My workshop is a converted double garage. I took out the two up and over doors bricked up a plinth and then filled above with timber frame and insulation. On one side I put inward opening pvcu French doors and I’m getting water leaking in and I can’t work out how it’s getting though. I’ve tried a hose and it does leak but it takes a good 30 minutes or more before any water appears. However, it’s hard to work out where it’s failing. The pool of water appears on the floor in the corner.

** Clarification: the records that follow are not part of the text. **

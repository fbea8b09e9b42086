import type { ScenarioFile } from './scenario-input-schema';

/**
 * A small valid scenario file with units written as people write them: a 1.2 × 0.8 m fish tank,
 * one gravel bed with a 1-inch bell siphon, one pump. Used by tests and as a starting template.
 */
export const EXAMPLE_SCENARIO_FILE: ScenarioFile = {
  format: 'scenario/1',
  name: 'One bed on a 670 L tank',
  water: { temperature: '24 degC' },
  vessels: [
    {
      id: 'tank',
      kind: 'tank',
      shape: { type: 'box', length: '1.2 m', width: '0.8 m' },
      floorElevation: '0 m',
      height: '0.7 m',
      initialLevel: '0.55 m',
      minLevel: '0.40 m',
      overflow: { elevation: '0.62 m', diameter: '40 mm', to: 'out' },
    },
    {
      id: 'bed-a',
      kind: 'bed',
      shape: { type: 'box', length: '1.0 m', width: '0.6 m' },
      floorElevation: '0.8 m',
      height: '0.32 m',
      initialLevel: '0 m',
      media: { type: 'gravel', depth: '0.30 m' },
      drain: {
        type: 'bell-siphon',
        to: 'tank',
        standpipe: { innerDiameter: '26.6 mm', outerDiameter: '33.4 mm', height: '0.25 m' },
        bell: { innerDiameter: '77.9 mm', capGap: '25 mm', intakeHeight: '25 mm' },
        pipe: { length: '0.7 m', innerDiameter: '26.6 mm', fittings: { elbow90: 2 } },
        outletElevation: '0.65 m',
      },
    },
  ],
  pumps: [
    {
      id: 'pump',
      in: 'tank',
      intakeHeight: '0.30 m',
      curve: [
        { flow: '0 L/h', head: '2.2 m' },
        { flow: '1200 L/h', head: '1.4 m' },
        { flow: '2000 L/h', head: '0 m' },
      ],
      power: '35 W',
      checkValve: false,
      main: { length: '0.5 m', innerDiameter: '20.9 mm', material: 'pvc' },
      outlets: [
        {
          to: 'bed-a',
          elevation: '1.2 m',
          valveOpening: 1,
          pipe: {
            length: '1.5 m',
            innerDiameter: '15.8 mm',
            material: 'pvc',
            fittings: { elbow90: 3 },
          },
        },
      ],
    },
  ],
  run: { duration: '6 h', outputInterval: '5 s' },
};
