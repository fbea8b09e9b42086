/** `/api/systems`: the web layer only (parse, call the service, answer). */
import { Router, type Request } from 'express';
import {
  CreateSystemFromScenarioSchema,
  CreateSystemFromTemplateSchema,
  DuplicateSystemRequestSchema,
  ImportSystemQuerySchema,
  ShareRequestSchema,
  UpdateSystemRequestSchema,
} from '../../shared/contracts/systems';
import type { AppContext } from '../app-context';
import { currentUser } from '../auth/session-user';
import { requireAuth } from '../http/require-auth';
import { parseOr400 } from '../http/validate';
import { runsDepsFor } from '../runs/run-pool-for';
import { cancelRunsOfSystem } from '../runs/runs-service';
import { listSystemShares, shareSystem, unshareSystem } from './shares-service';
import {
  createSystem,
  deleteSystem,
  duplicateSystem,
  exportSystemScenario,
  getSystem,
  importSystem,
  listSystems,
  updateSystem,
} from './systems-service';

const param = (req: Request, name: string): string => String(req.params[name] ?? '');

/** Systems: list, create (scenario or template), import, read, save, delete, duplicate, export, shares. */
export function systemsRouter(ctx: AppContext): Router {
  const router = Router();
  const { db } = ctx;
  router.use('/systems', requireAuth);

  router.get('/systems', async (req, res) => {
    res.json(await listSystems(db, currentUser(req)));
  });
  router.post('/systems', async (req, res) => {
    const body: unknown = req.body;
    const isTemplate = typeof body === 'object' && body !== null && 'template' in body;
    const request = isTemplate
      ? parseOr400(CreateSystemFromTemplateSchema, body)
      : parseOr400(CreateSystemFromScenarioSchema, body);
    const system = await createSystem(db, currentUser(req), request);
    res.status(201).location(`/api/systems/${system.id}`).json(system);
  });
  router.post('/systems/import', async (req, res) => {
    const { name } = parseOr400(ImportSystemQuerySchema, req.query);
    const system = await importSystem(db, currentUser(req), req.body, name);
    res.status(201).location(`/api/systems/${system.id}`).json(system);
  });
  router.get('/systems/:systemId', async (req, res) => {
    res.json(await getSystem(db, currentUser(req), param(req, 'systemId')));
  });
  router.put('/systems/:systemId', async (req, res) => {
    const request = parseOr400(UpdateSystemRequestSchema, req.body);
    res.json(await updateSystem(db, currentUser(req), param(req, 'systemId'), request));
  });
  router.delete('/systems/:systemId', async (req, res) => {
    const user = currentUser(req);
    const systemId = param(req, 'systemId');
    await deleteSystem(db, user, systemId, () => cancelRunsOfSystem(runsDepsFor(ctx), systemId));
    res.status(204).end();
  });
  router.post('/systems/:systemId/duplicate', async (req, res) => {
    const { name } = parseOr400(DuplicateSystemRequestSchema, req.body ?? {});
    const system = await duplicateSystem(db, currentUser(req), param(req, 'systemId'), name);
    res.status(201).location(`/api/systems/${system.id}`).json(system);
  });
  router.get('/systems/:systemId/scenario.json', async (req, res) => {
    const { fileName, document } = await exportSystemScenario(
      db,
      currentUser(req),
      param(req, 'systemId'),
    );
    res
      .attachment(fileName)
      .type('application/json')
      .send(`${JSON.stringify(document, null, 2)}\n`);
  });
  router.get('/systems/:systemId/shares', async (req, res) => {
    res.json(await listSystemShares(db, currentUser(req), param(req, 'systemId')));
  });
  router.post('/systems/:systemId/shares', async (req, res) => {
    const request = parseOr400(ShareRequestSchema, req.body);
    res.status(201).json(await shareSystem(db, currentUser(req), param(req, 'systemId'), request));
  });
  router.delete('/systems/:systemId/shares/:shareUserId', async (req, res) => {
    await unshareSystem(db, currentUser(req), param(req, 'systemId'), param(req, 'shareUserId'));
    res.status(204).end();
  });
  return router;
}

I resigned myself that I’ll probably have to take the door out in the summer and redo the installation but wondered if anyone had any suggestions as to how it could be leaking and whether I can stop it. Some pictures which will give you some idea what I’m talking about.

Thanks in advance

Richard













Ps. The red line on the drawing is membrane than is under all the batons.


----------



## RichardG (16 Feb 2020)

Here’s the finished workshop.


----------



## toolsntat (16 Feb 2020)

Very nice =D> 
The upvc channel/upstand on the underside/front of the door frame. Is that taking in the water and travelling to the end of the profile ?
Cheers Andy


----------



## Mike Jordan (16 Feb 2020)

My plastic back door has recently started to leak, it seemed to be caused by the water drain holes from the frame getting blocked by grot. Cleaning them out has solved the problem. I can see what appear to be drain holes in yours, are they blocked or perhaps not drilled properly? Must be worth a look and perhaps a drop of water run through.


----------



## RichardG (16 Feb 2020)

toolsntat":wrrele4t said:


> Very nice =D>
> The upvc channel/upstand on the underside/front of the door frame. Is that taking in the water and travelling to the end of the profile ?
> Cheers Andy



Thanks Andy.

I specified an aluminium threshold so it’s not bonded to the upvc and I also though that this may be an issue so I have sealed this to the frame. Didn’t make any difference though  it would be better to have bonded this threshold onto the upvc uprights, indeed the manufacturer may have done this.


----------



## RichardG (16 Feb 2020)

Mike Jordan":3ez6xksd said:


> My plastic back door has recently started to leak, it seemed to be caused by the water drain holes from the frame getting blocked by grot. Cleaning them out has solved the problem. I can see what appear to be drain holes in yours, are they blocked or perhaps not drilled properly? Must be worth a look and perhaps a drop of water run through.



Thanks Mike,

I thought this and as there were only two small holes drilled for drainage and I wondered if they couldn’t cope so have enlarged the existing drainage holes and drilled a third to make sure the water can get out. I have kept an eye on the water in the channel and any that gets in drains away quickly.


----------



## RichardG (16 Feb 2020)

We’ll storm Denis has at least done some good today as my leak was worse than it ever has been so I dug out the foam sealant from the inside and under the threshold. When I fitted the door I stood it on 3 plastic spacers to level it and once it was all fitted I filled the gaps with expanding foam. The water seems to be following one of the spacers but how it’s getting to the other other end is a mystery...


----------



## Plodmore (23 Mar 2020)

Water is a pig to trace back. By the look of it you are only seeing where it appears and not where it's getting in. Your detail looks fine so I would look elsewhere. For my shed it was knots that cunningly shrunk when dry so the weeks spent checking and rechecking the door gasket was wasted....if you have a door gasket query I'm your man


----------